# Carburetor model number



## Levaughn

Hello all. I'm working on a MTD (Yard Machines) 7hp Snowblower, model # 31AS3DDE729. The carburetor had the float bowl screw broken off. I managed to get the broken screw out of the bottom of the carburetor, but the bowl was very dirty so I think I will have to rebuild or replace the carburetor. I cannot find a model number on the carburetor. Would anyone happen to know the model number for it. It would be deeply appreciated. Thanks in advance.


----------



## unknown1

I am very much a newbie. Joined only a few days ago. I can't answer your question but can help you answer it for yourself.

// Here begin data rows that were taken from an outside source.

EXAMPLE = """\
Examples:
  fitdrag track throw1.avi --fps 1000 --markers 0.050 -o throw1.csv --preview throw1.png
  fitdrag track frames/ --fps 2000 --scale 0.00125 --origin 12,790 -o throw2.csv
  fitdrag track throw3.mkv --fps 500 --reference 102.5,640,1180,655.5,1.000 -o throw3.csv
  fitdrag track throw4.avi --fps 1000 --markers 0.08 --marker-layout wall.csv \\
      --lens lens.json --readout-time 1.2ms --readout-time-uncertainty 0.1ms -o throw4.csv
  fitdrag track day3/ --fps 500 --markers 0.16 -o day3_tracks/   # every video in day3/
  fitdrag track day3/ --fps 500 --markers 0.16 -o day3_tracks/ --scheduler tcp://10.0.0.5:8786

A folder holding video files (not numbered frames) is tracked file by file, each file a task
on Dask (local processes by default, --workers N of them; or the dask.distributed cluster at
--scheduler): -o names an existing folder that receives NAME.csv for each NAME.avi; a file that
fails is named and the others finish (exit 2).

Calibration (choose one):
  --scale M_PER_PX      known size of one pixel in the plane of flight; the world origin is at
                        --origin (default: the image's lower-left pixel), --rotation rolls the
                        horizontal (degrees, counter-clockwise on screen)
  --reference ...       two image points a known distance apart (origin: the first point)
  --markers SIZE_M      ArUco markers (default DICT_4X4_50) of that side, upright in the plane
                        of flight; x along the markers' horizontal, y up, origin at the
                        lowest-id marker's lower-left corner; with --marker-layout (CSV
                        id,x_m,y_m of each marker's lower-left corner) one plane homography

The CSV has frame, t [s], x, y [m, y up], x_px, y_px [image px, y down], quality and sigma_px
columns and '# key: value' header lines with the calibration (scale, its relative standard
uncertainty, reprojection RMS) and, when one was seen, the other moving objects (where, when,
and the frames where they overlap the specimen); it loads straight into `fitdrag fit`.

Camera: with --markers, --marker-layout and --lens the header also states the camera that took
the footage (camera_ lines: image size, camera matrix, distortion, pose from all marker
corners with its covariance, --readout-time and its uncertainty, the markers' frame), and
`fitdrag fit` measures the throw in 3-D from it (several such files: one throw seen by
several cameras).

Exit codes: 0 track written, 1 a bug (with a traceback), 2 bad arguments, footage or
calibration (e.g. no markers found, too few frames with the specimen).
"""


def register(sub) -> argparse.ArgumentParser:
    p = sub.add_parser(
        NAME,
        help="track the specimen in footage and write a calibrated track CSV",
        description="Find the flying specimen in every frame of a video file or a folder of "
        "numbered frames, calibrate its sub-pixel centroids to metres (world x horizontal, "
        "y up) and write a track CSV. Frames without a confident detection are left out and "
        "listed.",
        epilog=EXAMPLE,
        formatter_class=argparse.RawDescriptionHelpFormatter,
    )
    p.add_argument(
        "footage",
        metavar="FOOTAGE",
        help="video file, folder of numbered frames, or folder of video files",
    )
    p.add_argument("--fps", type=float, metavar="HZ",
                   help="capture frame rate [frames/s] (overrides the container's rate)")  # fmt: skip
    p.add_argument("-o", "--output", required=True, metavar="TRACK.csv", help="track CSV to write")
    p.add_argument("--preview", metavar="PREVIEW.png",
                   help="write a picture of one frame with the track and markers drawn on it")  # fmt: skip
    p.add_argument("--start", type=int, default=0, metavar="N", help="first frame (default 0)")
    p.add_argument("--stop", type=int, default=None, metavar="N",
                   help="frame to stop before (default: the end)")  # fmt: skip
    p.add_argument("--region", metavar="X0,Y0,X1,Y1",
                   help="region of interest [image px, y down]: only blobs centred inside it "
                   "start a track (leave out a hand or another moving object)")  # fmt: skip
    p.add_argument("--force", action="store_true", help="overwrite existing output files")
    p.add_argument("--no-progress", action="store_true", help="no progress bar")
    p.add_argument("--scheduler", metavar="ADDRESS", default=None,
                   help="FOOTAGE a folder of video files: track them on the dask.distributed "
                   "cluster at this address (default: local processes)")  # fmt: skip
    p.add_argument("--workers", type=int, default=None, metavar="N",
                   help="FOOTAGE a folder of video files: local processes (default: the CPUs "
                   "available; 0: in this process)")  # fmt: skip
    c = p.add_argument_group("calibration (one of --scale, --reference, --markers)")
    how = c.add_mutually_exclusive_group(required=True)
    how.add_argument("--scale", type=float, metavar="M_PER_PX",
                     help="size of one pixel in the plane of flight [m/px]")  # fmt: skip
    how.add_argument("--reference", metavar="X1,Y1,X2,Y2,METRES",
                     help="two image points [px, y down] and their distance apart [m]")  # fmt: skip
    how.add_argument("--markers", type=float, metavar="SIZE_M",
                     help="side of the ArUco markers' black square [m]")  # fmt: skip
    c.add_argument("--origin", metavar="X_PX,Y_PX",
                   help="image point of the world origin (--scale, --reference)")  # fmt: skip
    c.add_argument("--rotation", type=float, default=0.0, metavar="DEG",
                   help="angle of the true horizontal, counter-clockwise on screen, for a "
                   "rolled camera (--scale, --reference) [deg]")  # fmt: skip
    c.add_argument("--scale-uncertainty", type=float, default=0.0, metavar="FRACTION",
                   help="relative standard uncertainty of the known length (the scale, the "
                   "reference distance or the marker side), e.g. 0.001")  # fmt: skip
    c.add_argument("--marker-dictionary", default="DICT_4X4_50", metavar="NAME",
                   help="ArUco dictionary (default DICT_4X4_50)")  # fmt: skip
    c.add_argument("--marker-layout", metavar="FILE",
                   help="CSV (id,x_m,y_m) or JSON of each marker's lower-left corner [m]")  # fmt: skip
    c.add_argument("--marker-frame", type=int, default=None, metavar="N",
                   help="frame to find the markers in (default: --start)")  # fmt: skip
    c.add_argument("--lens", metavar="LENS.json",
                   help="lens model from `fitdrag calibrate-lens`: centroids and marker "
                   "corners are undistorted with it; with --markers and --marker-layout the "
                   "camera's intrinsics and pose are written in the CSV header")  # fmt: skip
    c.add_argument("--readout-time", type=quantity("s"), default=None, metavar="S",
                   help="rolling-shutter readout time of the camera, first row to last, from "
                   "its data sheet [s] (or e.g. 1.2ms; default 0: global shutter)")  # fmt: skip
    c.add_argument("--readout-time-uncertainty", type=quantity("s"), default=None,
                   metavar="S", help="standard uncertainty of --readout-time [s] (or e.g. "
                   "0.1ms; default 0)")  # fmt: skip
    return p


# ------------------------------------------------------------------------------------------
# Output
# ------------------------------------------------------------------------------------------


def _check_output(path: str | None, option: str, force: bool) -> Path | None:
    if not path:
        return None
    p = Path(path)
    if p.is_dir():
        raise InputError(f"{option}: {p} is a folder; give a file name.")
    parent = p.parent if str(p.parent) else Path(".")
    if not parent.is_dir():
        raise InputFileNotFoundError(
            f"{option}: the folder {str(parent)!r} does not exist; create it or choose another "
            f"path."
        )
    if p.exists() and not force:
        raise OutputExistsError(f"{option}: {p} exists; pass --force to overwrite it.")
    return p


def _write_atomic(path: Path, write, force: bool, check=None) -> None:
    """Write through a temporary file in the same folder (``check(tmp)`` may refuse it
    before it replaces ``path``); never leave a partial file behind."""
    from fitdrag._files import write_atomic

    write_atomic(path, write, force=force, check=check)


# ------------------------------------------------------------------------------------------
# The camera
# ------------------------------------------------------------------------------------------


def _camera_wanted(args) -> bool:
    """Whether the CSV gets the camera (markers, layout and lens given); readout options
    without them are refused."""
    wanted = args.markers is not None and bool(args.marker_layout) and bool(args.lens)
    for opt, value in (("--readout-time", args.readout_time),
                       ("--readout-time-uncertainty", args.readout_time_uncertainty)):  # fmt: skip
        if value is None:
            continue
        if not wanted:
            raise InputError(
                f"{opt}: it describes the camera, which is measured from --markers with "
                f"--marker-layout and --lens; give those too, or leave {opt} out."
            )
        if not value >= 0:
            raise InputError(f"{opt}: expected a time >= 0 s, got {value!r} s.")
    return wanted


def _camera_text(pose) -> str:
    """Two lines for people: where the camera stands and how it reads out its rows."""
    import math

    cam = pose.camera
    shutter = (
        "global shutter"
        if cam.readout_time == 0
        else f"rolling shutter, readout {1e3 * cam.readout_time:.4g} ms ± "
        f"{1e3 * cam.readout_time_uncertainty:.2g} ms"
    )
    return (
        f"  camera: pose from {len(pose.ids)} marker(s), reprojection RMS "
        f"{pose.reprojection_rms_px:.3g} px; {pose.distance_to_board:.4g} m ± "
        f"{1e3 * pose.distance_to_board_uncertainty:.2g} mm from the board, optical axis "
        f"{math.degrees(pose.axis_angle):.3g}° ± {math.degrees(pose.axis_angle_uncertainty):.2g}° "
        f"from its normal\n  camera: {shutter}; written in the CSV header (camera_ lines)"
    )


# ------------------------------------------------------------------------------------------
# The command
# ------------------------------------------------------------------------------------------


#: Suffixes of video files: a folder holding such files (and no numbered frames) is a folder
#: of footage, each file tracked on its own.
VIDEO_SUFFIXES = (".avi", ".mp4", ".mkv", ".mov", ".m4v", ".mpg", ".mpeg", ".wmv", ".mjpeg")
_FRAME_SUFFIXES = (".png", ".tif", ".tiff", ".jpg", ".jpeg")


def _videos_in(path: str) -> list[Path] | None:
    """The video files of a folder of footage, or None (a video file, or a folder of
    numbered frames)."""
    p = Path(path)
    if not p.is_dir():
        return None
    files = sorted(q for q in p.iterdir() if q.is_file())
    if any(q.suffix.lower() in _FRAME_SUFFIXES for q in files):
        return None
    videos = [q for q in files if q.suffix.lower() in VIDEO_SUFFIXES]
    return videos or None


def run(args) -> int:
    # Tracking does small linear algebra only: a BLAS thread pool would cost more to start
    # (when numpy loads, just below) than it could save.  A value the user set is kept.
    os.environ.setdefault("OPENBLAS_NUM_THREADS", "1")
    videos = _videos_in(args.footage)
    if videos is not None:
        return _run_folder(args, videos)
    if args.scheduler is not None or args.workers is not None:
        raise InputError(
            "--scheduler, --workers: only for a folder of video files (each tracked as a task); "
            "leave them out for one file."
        )
    from fitdrag.video.fit_worker import prepare_fits

    prepare_fits()  # the blob model fit gets ready while the rest loads and runs
    print(track_one(args))
    return 0


def _run_folder(args, videos: list[Path]) -> int:
    """Each video file of a folder tracked by its own task: ``-o`` is the output folder,
    ``NAME.csv`` per ``NAME.avi``."""
    import copy

    from fitdrag.run.tasks import Task, run_tasks

    if args.preview:
        raise InputError("--preview: not with a folder of footage; preview one file at a time.")
    outdir = Path(args.output)
    if not outdir.is_dir():
        raise InputFileNotFoundError(
            f"-o/--output: with a folder of footage, give an existing output folder (one "
            f"track CSV per video file); {str(outdir)!r} is not a folder."
        )
    if args.workers is not None and args.workers < 0:
        raise InputError(f"--workers: must be >= 0, got {args.workers}; 0 runs in this process.")
    tasks = []
    for v in videos:
        ns = copy.copy(args)
        ns.footage, ns.output, ns.no_progress = str(v), str(outdir / (v.stem + ".csv")), True
        _check_output(ns.output, "-o/--output", args.force)
        tasks.append(Task(v.name, track_one, (ns,), f"file {v.name}"))
    out = run_tasks(tasks, scheduler=args.scheduler, workers=args.workers,
                    progress=not args.no_progress and sys.stderr.isatty(),
                    description=f"tracking {len(tasks)} file(s)")  # fmt: skip
    failed = 0
    for t in tasks:
        o = out[t.key]
        if o.ok:
            print(f"{t.key}:\n{o.value}")
        else:
            failed += 1
            print(f"fitdrag track: {o.label}: {o.error}", file=sys.stderr)
    print(f"{len(tasks) - failed} of {len(tasks)} file(s) tracked into {outdir}")
    return 2 if failed else 0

First... this is just one place to look up parts for your machine...
MTD SNOW THROWER Parts | Model 31as3dde729 | Sears PartsDirect
Lots of other parts places with similar pages will show up in google if you search for the model number.

However, because you are interested in the carburetor, you need to identify which engine 
is on the machine and then find the equivalent parts pages specific to that engine. 
Once you do that... you'll be able to find the part number for the carb.

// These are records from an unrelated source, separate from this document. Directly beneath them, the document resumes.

def test_air_speed_viscosity_and_lift_keys(job_dir):
    """regression: [air] air_speed_uncertainty is required (the fix says why and how), read
    with a unit; a stated viscosity needs its standard uncertainty and both enter the budget;
    [fit] lift takes true, false or "auto" (the default: the lift test)."""
    text = _edit("air_speed_uncertainty = 0.05      # m/s\n", "")
    n = _line(text, "[air]")
    with pytest.raises(ValueError, match=rf"^job\.toml, line {n}: \[air\] "
                       r"air_speed_uncertainty: missing; give the standard uncertainty of the "
                       r"air's speed along the flight in m/s \(the fit takes the air as still"):  # fmt: skip
        load_job(_write(job_dir, text))
    text = _edit("air_speed_uncertainty = 0.05 ", 'air_speed_uncertainty = "3 cm/s" ')
    job = load_job(_write(job_dir, text))
    assert job.air.air_speed_uncertainty == pytest.approx(0.03)
    assert job.fit.lift == "auto" and job.fit.lift_test and "lift" not in job.fit_options()
    air = {
        "temperature = 21.0 ": "# temperature = 21.0 ",
        "temperature_uncertainty = 0.3 ": "# temperature_uncertainty = 0.3 ",
        "pressure = 100800 ": "# pressure = 100800 ",
        "pressure_uncertainty = 50 ": "# pressure_uncertainty = 50 ",
        "relative_humidity = 45 ": "# relative_humidity = 45 ",
        "relative_humidity_uncertainty = 3 ": "# relative_humidity_uncertainty = 3 ",
        "# density = 1.19 ": "density = 1.19 ",
        "# density_uncertainty = 0.005 ": "density_uncertainty = 0.005 ",
        "# viscosity = 1.81e-5 ": "viscosity = 1.81e-5 ",
    }
    text = TEMPLATE
    for old, new in air.items():
        text = _edit(old, new, text)
    n = _line(text, "[air]")
    with pytest.raises(ValueError, match=rf"^job\.toml, line {n}: \[air\] viscosity_uncertainty: "
                       r"missing; give the standard uncertainty of viscosity in Pa s"):  # fmt: skip
        load_job(_write(job_dir, text))
    text = _edit("# viscosity_uncertainty = 1e-7 ", "viscosity_uncertainty = 1e-7 ", text)
    text = _edit('lift = "auto" ', "lift = true ", text)
    job = load_job(_write(job_dir, text))
    assert job.air.viscosity.value == 1.81e-5 and job.air.viscosity.uncertainty == 1e-7
    assert job.make_air().viscosity == 1.81e-5
    names = [q.name for q in job.input_quantities()]
    assert "air_viscosity" in names and "air_speed" in names
    assert not job.fit.lift_test and job.fit_options()["lift"] is True
    bad = _edit('lift = "auto" ', 'lift = "maybe" ')
    n = _line(bad, "lift =")
    with pytest.raises(ValueError, match=rf'^job\.toml, line {n}: \[fit\] lift: expected true, '
                       r'false or "auto", got \'maybe\'; "auto" \(the default\) tests'):  # fmt: skip
        load_job(_write(job_dir, bad))
    lone = _edit("air_speed_uncertainty = 0.05 ", "viscosity_uncertainty = 1e-7\n"
                 "air_speed_uncertainty = 0.05 ")  # fmt: skip
    n = _line(lone, "viscosity_uncertainty")
    with pytest.raises(ValueError, match=rf"^job\.toml, line {n}: \[air\] viscosity_uncertainty: "
                       r"given without viscosity; add viscosity or remove it\.$"):  # fmt: skip
        load_job(_write(job_dir, lone))


def test_bare_uncertainty_takes_the_unit_of_its_value(job_dir):
    """closed-form/independent: "every *_uncertainty is in the same unit as its value": a
    bare number beside "24.00 g" is in grams (pint: 0.02 g = 2e-5 kg; 0.5 hPa = 50 Pa;
    0.2 mm = 2e-4 m); a value without a unit keeps SI."""
    text = _edit("mass = 0.0027 ", 'mass = "2.70 g" ')
    text = _edit("mass_uncertainty = 0.00001 ", "mass_uncertainty = 0.02 ", text)
    text = _edit("pressure = 100800 ", 'pressure = "1008 hPa" ', text)
    text = _edit("pressure_uncertainty = 50 ", "pressure_uncertainty = 0.5 ", text)
    text = _edit("diameter = 0.040 ", 'diameter = "40 mm" ', text)
    text = _edit("diameter_uncertainty = 0.00005 ", 'diameter_uncertainty = "0.2" ', text)
    job = load_job(_write(job_dir, text))
    assert job.specimen.mass.uncertainty == pytest.approx(2e-5, rel=1e-12)
    assert job.air.pressure.uncertainty == pytest.approx(50.0, rel=1e-12)
    assert job.specimen.diameter.uncertainty == pytest.approx(2e-4, rel=1e-12)
    assert job.air.temperature.uncertainty == 0.3  # no unit on the value: SI as before


def test_implausibly_large_relative_uncertainty_needs_confirmation(job_dir):
    """regression: 0.02 kg beside a mass of 24 g (an uncertainty in kg beside grams: 83 %) is
    refused, naming the line and the way to confirm it; confirmed, it is taken."""
    text = _edit("mass = 0.0027 ", "mass = 0.024 ")
    text = _edit("mass_uncertainty = 0.00001 ", "mass_uncertainty = 0.02 ", text)
    n = _line(text, "mass_uncertainty")
    with pytest.raises(ValueError) as exc:
        load_job(_write(job_dir, text))
    assert str(exc.value) == (
        f"job.toml, line {n}: [specimen] mass_uncertainty: 0.02 kg is 83 % of the mass 0.024 kg "
        f"(more than 10 %): a unit slip? A bare number is in the unit of its value; write e.g. "
        f'"0.02 g". If it is right, confirm it with large_uncertainty_confirmed = true in '
        f"[specimen]."
    )
    text = _edit("[specimen]\n", "[specimen]\nlarge_uncertainty_confirmed = true\n", text)
    text = _edit("mass_uncertainty = 0.02 ", "mass_uncertainty = 0.012 ", text)
    assert load_job(_write(job_dir, text)).specimen.mass.uncertainty == 0.012
    text = _edit("diameter_uncertainty = 0.00005 ", "diameter_uncertainty = 0.005 ")
    with pytest.raises(ValueError, match=r"\[specimen\] diameter_uncertainty: 0.005 m is 12 % "
                       r"of the diameter 0.04 m"):  # fmt: skip
        load_job(_write(job_dir, text))


def test_footage_throw_needs_its_scale_uncertainty(footage_dir):
    """regression: a footage throw without scale_uncertainty (and no [camera]
    scale_relative_uncertainty) is refused: the marker side is never taken as exact silently."""
    text = _footage_job('markers = "50 mm"\n', _edit(_CAMERA_U, ""))
    with pytest.raises(ValueError) as exc:
        load_job(_write(footage_dir, text))
    assert str(exc.value) == (
        f"job.toml, line {_line(text, '[[throws]]')}: [[throws]] #1 scale_uncertainty: missing; "
        "give the relative standard uncertainty of the calibration's known length (the "
        "markers' side, the reference distance or the scale), e.g. scale_uncertainty = 0.001 "
        "(write 0 if you take it as exact). Or state [camera] scale_relative_uncertainty for "
        "every throw."
    )
    assert load_job(_write(footage_dir, _footage_job('markers = "50 mm"\n'))).throws


@pytest.mark.parametrize(
    "text_value, code, pos",
    [
        ('"SYN-\\u001b[2J-7"', "001B", 5),  # a terminal escape sequence (TOML escape)
        ('"ABC\u202eFED"', "202E", 4),  # a right-to-left override, written raw
        ('"A\\u2066B"', "2066", 2),  # a left-to-right isolate (TOML escape)
    ],
)
def test_text_with_control_or_direction_characters_is_refused(job_dir, text_value, code, pos):
    """regression: escape codes and bidirectional overrides in a text value (Unicode UAX #9
    formatting characters) are refused with the line, the code point and its position."""
    text = _edit('id = "SYN-BALL-001"', f"id = {text_value}")
    with pytest.raises(ValueError) as exc:
        load_job(_write(job_dir, text))
    assert str(exc.value) == (
        f"job.toml, line {_line(text, 'id = ')}: [specimen] id: holds the control or direction "
        f"character U+{code} at position {pos} (terminal escape codes and right-to-left "
        f"overrides make the text shown differ from the text stored); write the text without "
        f"it."
    )


def test_multi_line_notes_and_accents_are_text(job_dir):
    """regression: line breaks, tabs and accented letters are ordinary text."""
    text = _edit('notes = "Three throws', 'notes = """Grüße,\n\tthree throws')
    text = text.replace('indoor hall."', 'indoor hall."""', 1)
    assert load_job(_write(job_dir, text)).test.notes.startswith("Grüße,\n\tthree")


def test_specimen_denser_than_any_solid_is_refused(job_dir):
    """published-value: 24 kg in a 40 mm sphere (π d³/6 = 3.351e-5 m³) is 7.16e5 kg/m³, far
    above osmium's 22 590 kg/m³ (CRC Handbook, 97th ed., 2016): refused as a unit slip; the
    template's 2.7 g ball (81 kg/m³) is taken."""
    text = _edit("mass = 0.0027 ", "mass = 24 ")
    with pytest.raises(ValueError) as exc:
        load_job(_write(job_dir, text))
    assert str(exc.value) == (
        f"job.toml, line {_line(text, 'mass = ')}: [specimen] mass: 24 kg in a diameter of 0.04 m "
        "is 7.16e+05 kg/m³, denser than any solid (osmium, 22590 kg/m³): a unit slip? Give the "
        'mass in kg (e.g. 0.024) or with its unit ("24 g"), and the diameter likewise.'
    )
    assert load_job(_write(job_dir, TEMPLATE)).specimen.mass.value == 0.0027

A really good video that helps you figure out which engine you have is here..





Not the immediate answer you wanted... but it's the path I just followed for a different model. 
It works!


----------



## unknown1

stuart80112 said:


> I am very much a newbie. Joined only a few days ago. I can't answer your question but can help you answer it for yourself.
> 
> First... this is just one place to look up parts for your machine...
> MTD SNOW THROWER Parts | Model 31as3dde729 | Sears PartsDirect
> Lots of other parts places with similar pages will show up in google if you search for the model number.
> 
> However, because you are interested in the carburetor, you need to identify which engine is on the machine and then find the equivalent parts pages specific to that engine. Once you do that... you'll be able to find the part number for the carb.
> 
> A really good video that helps you figure out which engine you have is here..
> https://www.youtube.com/watch?v=vlX_MTE3OLw
> 
> Not the immediate answer you wanted... but it's the path I just followed for a different model. It works!

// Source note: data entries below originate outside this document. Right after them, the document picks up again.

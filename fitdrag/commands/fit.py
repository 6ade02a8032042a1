"""``fitdrag fit``: fit the drag coefficient and launch state to one or many tracks."""

from __future__ import annotations

import argparse
import json
import sys
from pathlib import Path

from fitdrag.commands._import_options import read_tracks_from_args
from fitdrag.commands._options import (
    add_track_fit_inputs,
    conditions_from_args,
    quantity,
    specimen_from_args,
)
from fitdrag.errors import OutputExistsError

NAME = "fit"

EXAMPLE = """\
Examples:
  fitdrag fit throw1.csv --mass 2.7g --diameter 40mm --temperature 21 --pressure 100800 \\
      --humidity 45 --json result.json --plot fit.png
  fitdrag fit throw1.csv throw2.csv throw3.csv --mass 0.0027 --diameter 0.040 \\
      --air-density 1.19          # three throws sharing one Cd

Exit codes: 0 fitted, 1 a bug (with a traceback), 2 bad arguments or input, 3 the fit did
not converge (the JSON is still written, with "success": false).
"""


def register(sub) -> argparse.ArgumentParser:
    p = sub.add_parser(
        NAME,
        help="fit Cd and the launch state to one or many tracks",
        description="Fit the drag model and each throw's launch state to track CSV files "
        "(several files share one Cd). Prints a summary; --json writes the full result, "
        "--plot the trajectory and residuals. The uncertainty printed here is the fit's "
        "statistical part only; `fitdrag run` adds the input uncertainties.",
        epilog=EXAMPLE,
        formatter_class=argparse.RawDescriptionHelpFormatter,
    )
    add_track_fit_inputs(p)
    f = p.add_argument_group("fit")
    f.add_argument("--robust", action=argparse.BooleanOptionalAction, default=True,
                   help="robust loss and rejection of gross outliers (default on)")  # fmt: skip
    f.add_argument("--noise", choices=("auto", "white", "ar1"), default="auto",
                   help="noise model: auto detects serially correlated residuals (default)")  # fmt: skip
    f.add_argument("--model", default="constant", metavar="NAME",
                   help="drag model: constant (default), sphere-scaled, power-law, ...")  # fmt: skip
    f.add_argument("--lift", action="store_true", help="also fit a constant lift coefficient")
    f.add_argument("--wind", type=quantity("m/s"), default=0.0, metavar="M/S",
                   help="known constant horizontal wind along +x [m/s] (default still air)")  # fmt: skip
    f.add_argument("--coverage-factor", type=float, default=None, metavar="K",
                   help="force the coverage factor k (default 2, Student-t for few points)")  # fmt: skip
    o = p.add_argument_group("output")
    o.add_argument("--json", metavar="OUT.json", help="write the result as JSON")
    o.add_argument("--plot", metavar="OUT.png",
                   help="write trajectory and residual plots; with a Reynolds-dependent model "
                   "also OUT_cd_vs_re.png (Cd against Re with its band)")  # fmt: skip
    o.add_argument("--force", action="store_true", help="overwrite existing output files")
    return p


def _cd_plot_path(plot: str) -> Path:
    p = Path(plot)
    return p.with_name(f"{p.stem}_cd_vs_re{p.suffix or '.png'}")


def _check_outputs(args) -> None:
    paths = [("json", args.json), ("plot", args.plot)]
    if args.plot and args.model != "constant":
        paths.append(("plot", str(_cd_plot_path(args.plot))))
    for opt, path in paths:
        if path and Path(path).exists() and not args.force:
            raise OutputExistsError(f"--{opt}: {path} exists; pass --force to overwrite it.")


def _write_atomic(path: Path, write) -> None:
    from fitdrag._files import write_atomic

    write_atomic(path, write, force=True)  # existence was checked before the work began


def format_summary(result) -> str:
    """A readable text summary of a fit (for the terminal)."""
    d = result.to_dict()
    dc = d["drag_coefficient"]
    lines = []
    status = "converged" if result.success else f"DID NOT CONVERGE ({result.message})"
    lines.append(f"fit {status}; model: {result.model}; throws: {len(result.throws)}")
    at_re = "" if result.model == "constant" else f" at Re {dc['at_reynolds_number']:.3g}"
    lines.append(
        f"  drag coefficient Cd{at_re} = {dc['value']:.5g}   u = "
        f"{dc['standard_uncertainty']:.2g}   U = {dc['expanded_uncertainty']:.2g} "
        f"(k = {dc['coverage_factor']:.3g}, statistical only)"
    )
    for name, pv in d["drag_model"]["parameters"].items():
        if result.model != "constant":
            lines.append(f"  {name} = {pv['value']:.5g} ± {pv['standard_uncertainty']:.2g}")
    if "lift_coefficient" in d:
        lc = d["lift_coefficient"]
        lines.append(
            f"  lift coefficient CL = {lc['value']:.4g} ± {lc['standard_uncertainty']:.2g}"
        )
    ident = d["identifiability"]
    if not ident["identifiable"]:
        lines.append(f"  WARNING: {ident['message']}")
    pts = d["points"]
    lines.append(f"  points used {pts['used']} of {pts['total']}; rejected: "
                 f"{', '.join(map(str, pts['rejected'])) or 'none'}")  # fmt: skip
    r = d["residuals"]
    noise = r["noise_model"]
    ar = r["ar1_coefficient"]
    noise_txt = "white" if noise == "white" else f"AR(1), phi x {ar['x']:.2f}, y {ar['y']:.2f}"
    lines.append(
        f"  residual RMS {1e3 * r['rms']:.3g} mm; lag-1 autocorrelation {r['lag1_autocorrelation']:+.2f}; "
        f"Durbin-Watson {r['durbin_watson']:.2f}; sign runs {r['sign_runs']} "
        f"(expected {r['sign_runs_expected']:.0f}); noise model {noise_txt}"
    )
    re = d["reynolds_number"]
    lines.append(
        f"  Reynolds number {re['min']:.3g} to {re['max']:.3g} (median {re['median']:.3g})"
    )
    for i, th in enumerate(d["throws"]):
        la = th["launch"]
        lines.append(
            f"  throw {i + 1} ({th['source']}): launch {la['speed']['value']:.4g} ± "
            f"{la['speed']['standard_uncertainty']:.2g} m/s at {la['angle']['value']:.4g} ± "
            f"{la['angle']['standard_uncertainty']:.2g} deg; residual RMS "
            f"{1e3 * th['residual_rms']:.3g} mm"
        )
    ts = d["terminal_speed"]
    if ts["value"] is not None:
        lines.append(f"  terminal speed {ts['value']:.4g} ± {ts['standard_uncertainty']:.2g} m/s")
    return "\n".join(lines)


def run(args) -> int:
    from fitdrag.fit.fitting import fit_tracks

    _check_outputs(args)
    specimen = specimen_from_args(args)
    conditions = conditions_from_args(args, wind=args.wind)
    tracks = read_tracks_from_args(args.tracks, args)
    result = fit_tracks(
        tracks, specimen, conditions.air, gravity=conditions.gravity, model=args.model,
        lift=args.lift, wind=args.wind, buoyancy=conditions.buoyancy, robust=args.robust,
        noise=args.noise, coverage_factor=args.coverage_factor,
    )  # fmt: skip
    print(format_summary(result))
    if args.json:
        path = Path(args.json)
        text = json.dumps(result.to_dict(), indent=2, allow_nan=False)
        _write_atomic(path, lambda p: p.write_text(text + "\n", encoding="utf-8"))
        print(f"wrote {path}")
    if args.plot:
        from fitdrag.report.plots import plot_fit

        path = Path(args.plot)
        title = (
            f"Cd = {result.cd:.4g} ± {result.expanded_uncertainty:.2g} (k = "
            f"{result.coverage_factor:.3g}, statistical only), model: {result.model}"
        )
        fig = plot_fit(result, title=title)
        _write_atomic(path, lambda p: fig.savefig(p, dpi=120, format="png"))
        print(f"wrote {path}")
        if result.model != "constant":
            from fitdrag.report.cd_plot import plot_cd_vs_re

            cd_path = _cd_plot_path(args.plot)
            fig2 = plot_cd_vs_re(result)
            _write_atomic(cd_path, lambda p: fig2.savefig(p, dpi=120, format="png"))
            print(f"wrote {cd_path}")
    if not result.success:
        print(f"fitdrag fit: the fit failed: {result.message}", file=sys.stderr)
        return 3
    return 0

For example... let's suppose you discover your engine is "HS50 67324K"
(In your case it may or may not be that engine!! It may be something else!!)
Put the engine name into google and you'll find many parts suppliers for your engine

The first hit I get is..
https://www.partstree.com/parts/tec...50-67324k-tecumseh-4-cycle-horizontal-engine/

Go there and click on "Engine Parts List 1"
Then look at the exploded diagram and spot the Carburetor

In this example.. it's part #380

So find that in the list on the left and Bingo!
In this example it ends up being...
Tecumseh 640084B (replaces 632107A) 

When you click on "more details" you will get the actual carburetor
In this example you get...
https://www.partstree.com/parts/tecumseh/parts/640084b/

WARNING - THIS MAY OR MAY *NOT* BE YOUR SPECIFIC CARBURETOR!!!!!

However, if you go through the same steps.. you'll find it


----------



## unknown1

BTW.... I was googling to test my notes and noticed that your model had a safety recall. 
Apparently the tires can explode when filling them with air.
See this..
http://www.mtdproducts.com/equipment/safety_10500_20500_-1_twostage


----------



## Levaughn

The Engine is a Tecumseh, but there is no model number visible on the block or frame. Thanks,. I'm aware of the recall.


----------



## unknown1

I did some googling. 

caveat emptor! I cannot guarantee they are correct..... I just googled around
Just trying to be helpful.

I Found these links

First one mentions engine OH195SA

https://www.popscreen.com/prod/MTgx...ine-Off-Model-31AS3DDE729-Part-Number-OH195SA

Second one mentions the carb as Tecumseh 640298 Carburetor

Amazon.com: Tecumseh 640298 Carburetor for OHSK70, OH195SA, 5.5hp & 7hp Snowblower models: Automotive


----------



## Levaughn

Thanks very much Stuart80112. You have been extremely helpful. Yep that looks like the motor! I previously saw a picture of the motor, but was thrown off by John Deere sign. When it gets daylight, I will go out and do a visual inspection to see if the carb in the photo matches. Again, thanks for the help and input.


----------



## unknown1

You are welcome. I am learning as I go so this still seems like fun.
I'm sure that will SOON wear off ;-)

Also stumbled into this... did you look under the cover to confirm what your engine is.

Engine Identification - Tecumseh Snow king,Tecumseh Model Number Identification | Tecumseh Carburetor Guide


----------



## unknown1

..and this shows how to decode the carburetor etchings on YOUR carb..
sweet!

Tecumseh Carburetor Identification,Tecumseh Engine Identification | Tecumseh Carburetor Guide


----------



## unknown1

Why oh why oh why don't they cross-reference the possible engine numbers with the snowblower model numbers in those parts pages?..... Doesn't sound too difficult does it? How many engines can there possibly be for a given blower model?

Anyone got some cheese and crackers to go with this whine?


----------



## Levaughn

LOL! Thanks for the link


----------



## Oneacer

This post is like 6 years old ... Might not get a response for various reasons ...


----------



## JLawrence08648

Ignition switch? Doesn't it have a pull out key?

With all the Ignition keys I've seen, one wire goes to the back of the key, the other side of the Ignition switch goes to a ground, any ground screw.


----------



## Yanmar Ronin

He's gone guys. Never really was. "Various reasons" indeed.

Steady on.


----------